You're significantly better off going through the AI lectures from Berkeley off of which his entire course is based on. The professor is not good at explaining the reasoning behind the mathematics involved in the course and after a certain point, it's hard to follow his lectures when all you hear are math terminology with little to no connection to how they're used for AI. He tries to be as helpful as possible, but when you're that confused - I don't think it'll help. Homeworks are annoying given that there are revisions to the questions 10 days into the assignment - and are fairly difficult when compared to the examples solved in class. They're also weighted weird, with some 5 point questions taking 2 minutes to solve, while some 5 point questions take upwards of 1-2 hours with a ton of calculation involved. The programming sections are nice though, so no complaints there.
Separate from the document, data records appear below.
import type { WantedPiece } from './cut-list.ts';
import { boardFeet } from './pieces.ts';
import type { PieceKind } from './piece-kind.ts';

/** One wanted size of a kind, all pieces of it together. */
export interface Demand {
  readonly ids: readonly string[];
  readonly kind: PieceKind;
  readonly thicknessIn: number;
  readonly widthIn: number;
  readonly lengthFt: number;
  readonly count: number;
  /** Of one piece. */
  readonly boardFeet: number;
}

/** The wanted sizes, each of a kind once. */
export function demandOf(pieces: readonly WantedPiece[]): Demand[] {
  const found = new Map<string, Demand>();
  for (const { id, thicknessIn, widthIn, lengthFt, count, kind = 'board' } of pieces) {
    const key = `${thicknessIn} ${widthIn} ${lengthFt} ${kind}`;
    const same = found.get(key);
    found.set(key, { ids: [...(same?.ids ?? []), id], kind, thicknessIn, widthIn, lengthFt, count: (same?.count ?? 0) + count, boardFeet: boardFeet(thicknessIn, widthIn, lengthFt) });
  }
  return [...found.values()];
}
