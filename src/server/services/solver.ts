import loadHighs from 'highs';
import { highsOptions, solverOf, type Solver, type TextSolution } from '../../domain/sawing/solver.ts';

/** HiGHS, compiled to WebAssembly, as the planner's solver. It runs in the calling thread and blocks it. */
export async function highsSolver(): Promise<Solver> {
  const highs = await loadHighs();
  return solverOf((text, seconds) => highs.solve(text, highsOptions(seconds)) as TextSolution);
}
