import { join } from 'node:path';
import { Worker } from 'node:worker_threads';
import type { SawPlan, SawPlanRequest } from '~/domain/sawing/saw-plan.ts';
import { unavailable } from '../errors.ts';
import type { Answer, Task } from './planning-thread.ts';

/** Plans are worked out in threads of their own, so that a large log never holds up a page. */
interface Thread {
  readonly worker: Worker;
  readonly waiting: Map<number, { readonly done: (answer: Answer) => void }>;
}

const WAIT_MS = 25_000;
const MOST_WAITING = 40;
let thread: Thread | undefined;
let lastId = 0;

function started(): Thread {
  if (thread) return thread;
  // Run from its source, like the programs that load the built pages: a thread needs a file of its own.
  const worker = new Worker(join(process.cwd(), 'src/server/services/planning-thread.ts'), { execArgv: ['--import', 'tsx'] });
  worker.unref();
  const mine: Thread = { worker, waiting: new Map() };
  worker.on('message', (answer: Answer) => {
    mine.waiting.get(answer.id)?.done(answer);
    mine.waiting.delete(answer.id);
  });
  const lost = (error?: unknown): void => {
    if (thread === mine) thread = undefined;
    for (const [id, { done }] of mine.waiting) done({ id, error: String(error ?? 'the planning thread ended') });
    mine.waiting.clear();
  };
  worker.on('error', lost);
  worker.on('exit', () => lost());
  return (thread = mine);
}

/** Hands a task to the planning thread. @throws unavailable when too many wait or it takes too long. */
async function planned<T>(task: Omit<Task, 'id'>): Promise<T> {
  const { worker, waiting } = started();
  if (waiting.size >= MOST_WAITING) throw unavailable('Too many plans are being worked out just now. Try again in a moment.', 5);
  const id = ++lastId;
  const answer = await new Promise<Answer>((done) => {
    const late = setTimeout(() => {
      done({ id, late: true });
      void worker.terminate();
    }, WAIT_MS);
    waiting.set(id, { done: (found) => (clearTimeout(late), done(found)) });
    worker.postMessage({ ...task, id });
  });
  if ('late' in answer) throw unavailable('This plan takes too long just now. Try again in a moment.', 10);
  if ('error' in answer) throw new Error(answer.error);
  return answer.value as T;
}

/** The saw plan of one log, worked out in a thread. */
export const planLog = (request: SawPlanRequest): Promise<SawPlan> => planned({ kind: 'saw-plan', request });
He's a super nice guy and tries to make everyone understand the subject, but he's not a good professor for this particular course. Especially when compared to the source material from Berkeley
This class is among my favorite CS classes at Columbia, and I've taken some with fascinating course material. Tony is a great teacher, a really nice guy, and tries so hard to make sure you learn what you're supposed to. A huge chunk of the class consists of algorithms and Tony goes through each one really well until you really get it. A lot of the people I know who took a class with Tony stick around to take his next class.
Simply the best professor ever. He also happens to get the best TAs.